Focusing this discussion on Claire and her footwear (impractical or otherwise) is misplaced, in my opinion, and focuses on the frosting instead of the whole cake. Feminism is about structure, it is about observing a piece of literature through a certain framework, and assessing its being within that framework. Feminism is an act, not a checklist, and I think that our discussion should reflect this.
Focusing on whether or not Claire is a feminist character misses the broader picture, the context of how Claire exists within the framework of the narrative.

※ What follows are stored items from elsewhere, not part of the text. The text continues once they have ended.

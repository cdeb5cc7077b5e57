import { ConflictException, ForbiddenException, Injectable, NotFoundException } from '@nestjs/common';
import { EntityManager, LockMode } from '@mikro-orm/postgresql';
import type { AuthUser } from '../common/current-user.decorator';
import { AuditService } from '../audit/audit.service';
import { User } from '../users/user.entity';
import { Membership } from './membership.entity';
import { Team } from './team.entity';
import type { TeamRole } from './team-role';
import type { MemberView, TeamView } from './team.view';

/** Teams and their members. Access is checked before these methods run (TeamRoleGuard / TeamAccessService). */
@Injectable()
export class TeamsService {
  constructor(
    private readonly em: EntityManager,
    private readonly audit: AuditService,
  ) {}

  async listMine(userId: string): Promise<TeamView[]> {
    const memberships = await this.em.find(Membership, { user: userId }, { populate: ['team'], orderBy: { team: { name: 'asc' } } });
    const counts = await this.memberCounts(memberships.map((m) => m.team.id));
    return memberships.map((m) => toTeamView(m, counts.get(m.team.id) ?? 1));
  }

  /** Creates a team with the caller as its first owner. */
  async create(actor: AuthUser, name: string): Promise<TeamView> {
    const user = this.em.getReference(User, actor.id);
    const team = new Team(name);
    const membership = new Membership(team, user, 'owner');
    this.em.persist([team, membership]);
    this.audit.record({ action: 'team.created', teamId: team.id, actor, details: { name: team.name } });
    await this.em.flush();
    return toTeamView(membership, 1);
  }

  async view(membership: Membership): Promise<TeamView> {
    const counts = await this.memberCounts([membership.team.id]);
    return toTeamView(membership, counts.get(membership.team.id) ?? 1);
  }

  async rename(membership: Membership, actor: AuthUser, name: string): Promise<TeamView> {
    const team = membership.team;
    const previous = team.name;
    team.name = name;
    this.audit.record({ action: 'team.renamed', teamId: team.id, actor, details: { from: previous, to: name } });
    await this.em.flush();
    return this.view(membership);
  }

  /** Deletes the team with its memberships and invitations (and, through foreign keys, everything it owns). */
  async delete(membership: Membership, actor: AuthUser): Promise<void> {
    const team = membership.team;
    this.audit.record({ action: 'team.deleted', teamId: team.id, actor, details: { name: team.name } });
    await this.em.flush();
    await this.em.nativeDelete(Team, { id: team.id });
  }

  async members(teamId: string): Promise<MemberView[]> {
    const memberships = await this.em.find(Membership, { team: teamId }, { populate: ['user'], orderBy: { user: { displayName: 'asc', email: 'asc' } } });
    return memberships.map(toMemberView);
  }

  /** Owners change anyone's role; the last owner cannot be demoted (409). */
  async changeRole(teamId: string, actor: AuthUser, targetUserId: string, role: TeamRole): Promise<MemberView> {
    return this.em.transactional(async (em) => {
      const owners = await this.lockOwners(em, teamId);
      const target = await em.findOne(Membership, { team: teamId, user: targetUserId }, { populate: ['user'] });
      if (!target) throw memberNotFound();
      if (target.role === role) return toMemberView(target);
      if (target.role === 'owner' && owners.length === 1) {
        throw new ConflictException({
          statusCode: 409,
          code: 'last_owner',
          message: 'A team needs at least one owner: make someone else an owner before changing this role.',
        });
      }
      const from = target.role;
      target.role = role;
      this.audit.record({ action: 'member.role_changed', teamId, actor, targetUserId, targetEmail: target.user.email, details: { from, to: role } }, em);
      return toMemberView(target);
    });
  }

  /**
   * Removes a member. Owners may remove anyone; every member may remove themselves (leave).
   * The last owner can neither leave nor be removed (409).
   */
  async removeMember(caller: Membership, actor: AuthUser, targetUserId: string): Promise<void> {
    const teamId = caller.team.id;
    const leaving = targetUserId === actor.id;
    if (!leaving && caller.role !== 'owner') {
      throw new ForbiddenException({ statusCode: 403, code: 'insufficient_role', message: 'Only owners can remove other members.', requiredRole: 'owner', role: caller.role });
    }
    await this.em.transactional(async (em) => {
      const owners = await this.lockOwners(em, teamId);
      const target = await em.findOne(Membership, { team: teamId, user: targetUserId }, { populate: ['user'] });
      if (!target) throw memberNotFound();
      if (target.role === 'owner' && owners.length === 1) {
        throw new ConflictException({
          statusCode: 409,
          code: 'last_owner',
          message: leaving
            ? 'You are the last owner: make someone else an owner before leaving, or delete the team.'
            : 'A team needs at least one owner.',
        });
      }
      em.remove(target);
      this.audit.record({ action: leaving ? 'member.left' : 'member.removed', teamId, actor, targetUserId, targetEmail: target.user.email, details: { role: target.role } }, em);
    });
  }

  /** Locks the team's owner memberships for the rest of the transaction, so two demotions cannot both pass the last-owner check. */
  private lockOwners(em: EntityManager, teamId: string): Promise<Membership[]> {
    return em.find(Membership, { team: teamId, role: 'owner' }, { lockMode: LockMode.PESSIMISTIC_WRITE });
  }

  private async memberCounts(teamIds: string[]): Promise<Map<string, number>> {
    if (!teamIds.length) return new Map();
    const rows = await this.em
      .getConnection()
      .execute<{ team_id: string; count: number }[]>(
        `select team_id, count(*)::int as count from memberships where team_id in (${teamIds.map(() => '?').join(', ')}) group by team_id`,
        teamIds,
      );
    return new Map(rows.map((r) => [r.team_id, Number(r.count)]));
  }
}

function memberNotFound(): NotFoundException {
  return new NotFoundException({ statusCode: 404, code: 'member_not_found', message: 'This person is not a member of the team.' });
}

function toTeamView(membership: Membership, memberCount: number): TeamView {
  return { id: membership.team.id, name: membership.team.name, role: membership.role, memberCount, createdAt: membership.team.createdAt.toISOString() };
}

function toMemberView(m: Membership): MemberView {
  return {
    userId: m.user.id,
    email: m.user.email,
    displayName: m.user.displayName,
    role: m.role,
    joinedAt: m.createdAt.toISOString(),
    lastSignInAt: m.user.lastSignInAt?.toISOString() ?? null,
  };
}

And it is clear that the narrative does not love women–merely tolerates their presence in very restraining roles where they are separated from each other, where they are not allowed to form intimate relationships (whether platonic, romantic, etc) with each other, and so on and so forth.
This narrative embraces and believes in the white heteropatriarchy. It’s why there are so few women, and what few women exist are white women who are attracted to white men.
I read an article earlier that talked about the fan theory of Owen being the kid in Jurassic Park that Dr. Grant scared by telling him how raptors hunted. It made me sad again that Kelly had not been brought back as either the Owen figure or the Claire figure (i could see her being both, to be honest). The people in charge could have cast any number of women to be either Owen or Claire but they chose instead to perpetuate the white heterosexual patriarchy because, in the words of Owen, it needs to survive.
It’s sad because that system of power is not in any danger. It doesn’t need to be protected. It’s a weed that’s flourished and wants to continue taking over the whole damn garden. It’s a structure that harms and inhibits–that kills.
And that is why we should have had our gay adventure story in the time of dinosaurs, starring Kelly and Claire, girlfriends again at the very end.